Most will be familiar with California's problems with wildfires. Like Flu Season, California has Wild Fire Season, where a combination of weather events and other manufactured and natural causes means your neighborhood may burn down. The government recommends each homeowner create a "fire-break" or a ring around their house where there is no vegetation that can dry out and become timber for a fast-moving wildfire. Fire-breaks can look ugly when your neighbor's yard is lush, but when your house is still standing after the one next door has burned, you care little about that.
Someone remarked to me the other day that they know many more people infected by COVID this past month than they ever did at the height of the pandemic in 2020. I can almost watch the disease moving through my social circles as people get sick, are hospitalized, and die. It feels like some people have accepted that sickness is inevitable, and personally I have found maintaining vigilance to be more of a chore than it was.
While reflecting on a conversation where yet another friend or family member was sick, I started to wonder how close to home, both literally and figuratively, COVID has become recently. COVID is no less virulent or devastating than a year ago like we were all hoping, and it feels like it is knocking at my door. So what can I do as it sweeps through my neighborhood?

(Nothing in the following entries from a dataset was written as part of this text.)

def finish_modes(raw: RawModes, mesh: Mesh, path: str | os.PathLike[str], length_unit: float) -> ModeSet:
    """Check, join to the mesh by node id and scale. Raises ``LoadError``."""
    shapes = raw.shapes
    if shapes.count == 0:
        raise LoadError("holds no mode", file=path)
    length_unit = _unit(raw.length_unit, length_unit, path, [])
    freq = _per_mode(raw.freq_hz, "freq_hz", shapes.count, path)
    if (freq < 0).any():
        raise LoadError(
            "a frequency is negative",
            file=path,
            place=f"freq_hz {int(np.argmax(freq < 0)) + 1}",
            found=str(freq[freq < 0][0]),
            expected="zero or more, Hz",
        )
    damping = None if raw.damping is None else _per_mode(raw.damping, "damping", shapes.count, path)
    n_rows = shapes.n_rows if isinstance(shapes, FileShapes) else shapes.moved.shape[1]
    if n_rows == 0:
        raise LoadError("the mode shapes have no nodes", file=path)
    ids = _ids(raw.node_ids, n_rows, "node", path, [])
    rows = _join(ids, mesh, path, numbered=raw.node_ids is None)
    if isinstance(shapes, FileShapes):
        shapes = shapes.arranged(rows, length_unit)
        if shapes.nbytes <= _READ_AT_ONCE:
            shapes = shapes.loaded()
    else:
        shapes = _arranged(shapes, rows, length_unit, path)
    known = raw.mass_normalised and length_unit == 1.0
    energy = None if raw.cell_energy is None else _cell_energy(*raw.cell_energy, shapes.count, mesh, path)
    normalisation = "mass" if known else "unknown"
    return ModeSet(mesh.node_ids, freq, shapes, damping, normalisation, "imported", str(path), energy)


def kinds_by_vtk() -> Mapping[int, str]:
    """Kind name by VTK cell type."""
    return {kind.vtk_type: name for name, kind in KINDS.items()}


def finite_shapes(values: Array, what: str, path: object) -> Array:
    """``values`` (modes, nodes, 3) if every number is finite, else ``LoadError`` naming mode and row."""
    finite = np.isfinite(values)
    if not finite.all():
        mode, row = np.argwhere(~finite.all(axis=2))[0]
        raise LoadError(
            "holds a number that is not finite",
            file=path,
            place=f"{what}, mode {mode + 1}, row {row + 1}",
            found=str(values[mode, row]),
        )
    return values


# --- checks ---


def _unit(stated: float | None, given: float, path: object, notes: list[str]) -> float:
    """Metres to the unit of length: what the file states; asking for another one is an error (1 asks for none)."""
    if stated is None or abs(stated / given - 1) < 1e-4:
        return given
    if given != 1.0:
        raise LoadError(
            "the unit of length is stated twice and differs",
            file=path,
            found=f"{stated:g} m in the file, {given:g} m beside it",
            do="leave the unit out where the file is named, or mend the units in the file",
        )
    notes.append(f"the file states its unit of length: {stated:g} m")
    return stated


def _cell_energy(ids: Array | None, values: Array, count: int, mesh: Mesh, path: object) -> Array | None:
    """(modes, n_cells) by cell row, NaN where none is given; None when no cell of the mesh has any."""
    ids = mesh.cell_ids if ids is None else _ids(ids, values.shape[1], "element", path, [])
    if values.shape != (count, len(ids)):
        raise LoadError(
            "the strain energies do not fit the modes and cells",
            file=path,
            found=str(values.shape),
            expected=f"({count}, {len(ids)})",
        )
    order = np.argsort(ids, kind="stable")
    rows = order[np.minimum(np.searchsorted(ids, mesh.cell_ids, sorter=order), len(ids) - 1)]
    there = ids[rows] == mesh.cell_ids
    values = np.where(there, _numbers(values, "strain energies", path)[:, rows], np.nan)
    if np.isinf(values).any() or (values < 0).any():
        mode, cell = np.argwhere(np.isinf(values) | (values < 0))[0]
        raise LoadError(
            "a strain energy is negative or not finite",
            file=path,
            place=f"mode {mode + 1}, element {mesh.cell_ids[cell]}",
            found=str(values[mode, cell]),
        )
    return values if np.isfinite(values).any() else None


def _numbers(values: Array, what: str, path: object) -> Array:
    if values.dtype.kind not in "fiu":
        raise LoadError(f"{what} are not real numbers", file=path, found=str(values.dtype))
    return values.astype(np.float64)


def _checked_blocks(blocks: Sequence[RawBlock], points: Array, path: object) -> tuple[list[RawBlock], int]:
    checked, flipped = [], 0
    for number, block in enumerate(blocks, 1):
        place = f"cells {number} ({block.kind})"
        if block.kind not in KINDS:
            raise LoadError(
                f"unknown kind of cell '{block.kind}'", file=path, place=place, expected=f"one of: {', '.join(KINDS)}"
            )
        size = KINDS[block.kind].n_nodes
        nodes = block.nodes
        if nodes.dtype.kind not in "iu":
            raise LoadError("connectivity is not of whole numbers", file=path, place=place, found=str(nodes.dtype))
        if nodes.ndim != 2 or nodes.shape[1] != size:
            raise LoadError(
                "wrong number of nodes per cell",
                file=path,
                place=place,
                found=str(nodes.shape),
                expected=f"(cells, {size})",
            )
        if nodes.size and (int(nodes.min()) < 0 or int(nodes.max()) >= len(points)):
            bad = (nodes < 0) | (nodes >= len(points))
            cell, corner = np.argwhere(bad)[0]
            raise LoadError(
                "a cell names a point that does not exist",
                file=path,
                place=f"{place}, cell {cell + 1}",
                found=f"index {nodes[cell, corner]}",
                expected=f"0 to {len(points) - 1}",
            )
        if not len(nodes):
            continue
        right, n_flipped = repair_orientation(block.kind, points, nodes.astype(np.int64))
        flipped += n_flipped
        checked.append(RawBlock(block.kind, right, block.ids))
    if not checked:
        raise LoadError("holds no cell of a known kind", file=path, expected=f"any of: {', '.join(KINDS)}")
    return checked, flipped


def _numbered(blocks: list[RawBlock], path: object, notes: list[str]) -> tuple[CellBlock, ...]:
    given = None
    total = sum(len(block.nodes) for block in blocks)
    known = [block.ids for block in blocks if block.ids is not None]
    if len(known) == len(blocks):
        for block, ids in zip(blocks, known, strict=True):
            if ids.shape != (len(block.nodes),):
                raise LoadError(
                    f"wrong number of element ids for {block.kind}",
                    file=path,
                    found=str(ids.shape),
                    expected=f"({len(block.nodes)},)",
                )
        given = np.concatenate(known)
    ids = _ids(given, total, "element", path, notes)
    cuts = np.cumsum([len(block.nodes) for block in blocks])[:-1]
    return tuple(CellBlock(b.kind, b.nodes, i) for b, i in zip(blocks, np.split(ids, cuts), strict=True))


def _astray_mid_nodes(mesh: Mesh) -> int:
    """Number of mid-side nodes further from the middle of their edge than half its length."""
    count = 0
    for block in mesh.blocks:
        for edge in KINDS[block.kind].edges:
            if len(edge) == 3:
                first, second, middle = (mesh.points[block.nodes[:, node]] for node in edge)
                away = np.linalg.norm(middle - (first + second) / 2, axis=1)
                count += int((away > 0.5 * np.linalg.norm(second - first, axis=1)).sum())
    return count


def _ids(given: Array | None, count: int, word: str, path: object, notes: list[str]) -> Array:
    if given is None:
        notes.append(f"the file has no {word} ids: numbered 1 to {count} in the order of the file")
        return np.arange(1, count + 1)
    if given.shape != (count,):
        raise LoadError(f"wrong number of {word} ids", file=path, found=str(given.shape), expected=f"({count},)")
    if given.dtype.kind == "f" and np.isfinite(given).all() and (given == np.round(given)).all():
        given = given.astype(np.int64)
    if given.dtype.kind not in "iu" or (given.dtype == np.uint64 and count and given.max() > 2**63 - 1):
        raise LoadError(f"{word} ids are not whole numbers", file=path, found=str(given.dtype), expected="integers")
    ids = given.astype(np.int64)
    order = np.sort(ids)
    twice = np.nonzero(order[1:] == order[:-1])[0]
    if len(twice):
        raise LoadError(
            f"{word} ids repeat", file=path, found=f"{word} {order[twice[0]]} more than once", expected="each id once"
        )
    return ids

The fire-break example works here. Fire feels somewhat chaotic, and so fire-breaks are no guarantee the fire will spare your house. COVID feels similarly chaotic, but I have lots of tools to encourage COVID to skip my house. Everyone in my family who can be is vaccinated, and as much as possible (i.e., boosters). We still wear masks to school, work, and when we're out and about. We use caution around those who refuse to practice basic safety and treat the virus like it's no big deal. The average Californian has seen enough burnt houses to respect fire, and I have seen enough become sick and die to respect COVID. I encourage the reader to consider the virus-break for their household.